§ **INPUT**:
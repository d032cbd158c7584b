"""The Jinja2 environment of the HTML views (templates shipped in this package, autoescaped), and
the rows its partials lay out.

Partials under ``templates/partials/`` lay out rows formatted here from the report's tables (top
trades, binding limits, factor exposures, warnings); the live what-if page (``trimtab explore``)
renders its sections from them. Numbers are formatted here; the templates escape every value.
"""

from __future__ import annotations

import functools
import math
from collections.abc import Mapping
from typing import Any

import pandas as pd

from jinja2 import Environment, PackageLoader, StrictUndefined


@functools.cache
def environment() -> Environment:
    """One environment per process: package templates, every value escaped, undefined names an error."""
    return Environment(
        loader=PackageLoader("trimtab.report", "templates"),
        autoescape=True,
        undefined=StrictUndefined,
        trim_blocks=True,
        lstrip_blocks=True,
        keep_trailing_newline=False,
    )


def render(name: str, **context: Any) -> str:
    """Render the template ``name`` (a path under ``templates/``) with ``context``."""
    return environment().get_template(name).render(**context)


# ---------------------------------------------------------------------- rows for the partials
def exposure_rows(table: pd.DataFrame | None) -> list[dict[str, Any]]:
    """Factor exposures before and after (columns group, pre, post, change), largest after first."""
    if table is None or table.empty:
        return []
    order = table["post"].abs().sort_values(ascending=False).index
    scale = float(table[["pre", "post"]].abs().max().max()) if "pre" in table.columns else float(table["post"].abs().max())
    rows = []
    for factor in order:
        row = table.loc[factor]
        pre = number(row.get("pre"))
        post = number(row.get("post"))
        rows.append({
            "factor": str(factor), "group": str(row.get("group", "")),
            "pre": num(pre, 3), "post": num(post, 3), "change": num(number(row.get("change")), 3),
            "pre_bar": _bar(pre, scale), "post_bar": _bar(post, scale),
        })
    return rows


def trade_rows(table: pd.DataFrame | None) -> list[dict[str, str]]:
    """The largest trades: asset, side, weight before and after, trade, and shares when known."""
    if table is None or table.empty:
        return []
    rows = []
    for asset, row in table.iterrows():
        trade = number(row.get("trade")) or 0.0
        shares = number(row.get("shares"))
        rows.append({
            "asset": str(asset), "side": "buy" if trade > 0 else "sell",
            "before": pct(row.get("initial_weight")), "after": pct(row.get("target_weight")),
            "trade": pct(trade), "shares": "" if shares is None else f"{shares:,.0f}",
        })
    return rows


#: The page's trade columns: key, heading, numeric.
TRADE_COLUMNS = (("asset", "Asset", False), ("side", "Side", False), ("before", "Before", True),
                 ("after", "After", True), ("trade", "Trade", True), ("shares", "Shares", True))


def render_trades(rows: list[dict[str, str]], *, caption: str, columns: Any = TRADE_COLUMNS, empty: str | None = None,
                  css: str = "trades") -> str:
    """The top-trades partial: ``columns`` as (key, heading, numeric), ``rows`` of formatted text,
    ``css`` the table's class."""
    spec = [{"key": key, "label": label, "numeric": numeric} for key, label, numeric in columns]
    context: dict[str, Any] = {"rows": rows, "columns": spec, "caption": caption, "css": css}
    if empty is not None:
        context["empty"] = empty
    return render("partials/top_trades.html.j2", **context)


def render_cards(cards: list[dict[str, str]]) -> str:
    """The headline-cards partial: each card a label, a value and a note (key names the figure)."""
    return render("partials/headline.html.j2", cards=cards)


def binding_rows(table: pd.DataFrame | None) -> list[dict[str, str]]:
    """Binding limits: name, the value it binds at, how many rows bind and the shadow price."""
    if table is None or table.empty:
        return []
    rows = []
    for _, row in table.iterrows():
        unit = str(row.get("unit", ""))
        count = number(row.get("n_binding"))
        asset = row.get("asset")
        rows.append({
            "name": str(row.get("name", "")), "kind": str(row.get("kind", "")),
            "value": pct(row.get("value"), 3) if unit.startswith(("weight", "fraction")) or unit == "annualised volatility" else num(number(row.get("value")), 4),
            "where": "" if asset is None or (isinstance(asset, float) and math.isnan(asset)) else f"{asset}" + (f" and {int(count) - 1} more" if count and count > 1 else ""),
            "shadow_price": num(number(row.get("shadow_price")), 4),
        })
    return rows


def warning_rows(result: Any) -> list[dict[str, str]]:
    """The result's warnings (when it carries any) as kind and message."""
    items = getattr(result, "warnings", None)
    if not isinstance(items, (list, tuple)):
        return []
    rows = []
    for item in items:
        record = item.as_dict() if hasattr(item, "as_dict") else item if isinstance(item, Mapping) else {"message": str(item)}
        rows.append({"kind": str(record.get("kind", "note")).replace("_", " "), "message": str(record.get("message", ""))})
    return rows



# ---------------------------------------------------------------------- formatting
def pct(value: Any, digits: int = 2) -> str:
    """A fraction as a percentage (0.0312 → "3.12%"); "–" when missing."""
    x = number(value)
    return "–" if x is None else f"{100 * x:.{digits}f}%"


def bp(value: Any) -> str:
    """A fraction in basis points (0.000179 → "1.79 bp"); "–" when missing."""
    x = number(value)
    return "–" if x is None else f"{1e4 * x:.2f} bp"


def num(value: Any, digits: int = 4) -> str:
    """A number with ``digits`` decimals (0: whole, with thousands separators); "–" when missing."""
    x = number(value)
    if x is None:
        return "–"
    return f"{x:,.0f}" if digits == 0 else f"{x:.{digits}f}"


def number(value: Any) -> float | None:
    """A finite float, or None (missing, NaN, infinite or not a number)."""
    try:
        x = float(value)
    except (TypeError, ValueError):
        return None
    return x if math.isfinite(x) else None


def _bar(value: float | None, scale: float) -> float:
    """A signed bar length in percent of half the cell (for the exposure table)."""
    if value is None or not scale:
        return 0.0
    return round(50.0 * value / scale, 2)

§ **TASK OBJECTIVE**:
Above are some records; copy exactly the lines from the one with "per process: package" through the one with "(a path under", both included, and no others.

§ **THE ANSWER**:
    """One environment per process: package templates, every value escaped, undefined names an error."""
    return Environment(
        loader=PackageLoader("trimtab.report", "templates"),
        autoescape=True,
        undefined=StrictUndefined,
        trim_blocks=True,
        lstrip_blocks=True,
        keep_trailing_newline=False,
    )


def render(name: str, **context: Any) -> str:
    """Render the template ``name`` (a path under ``templates/``) with ``context``."""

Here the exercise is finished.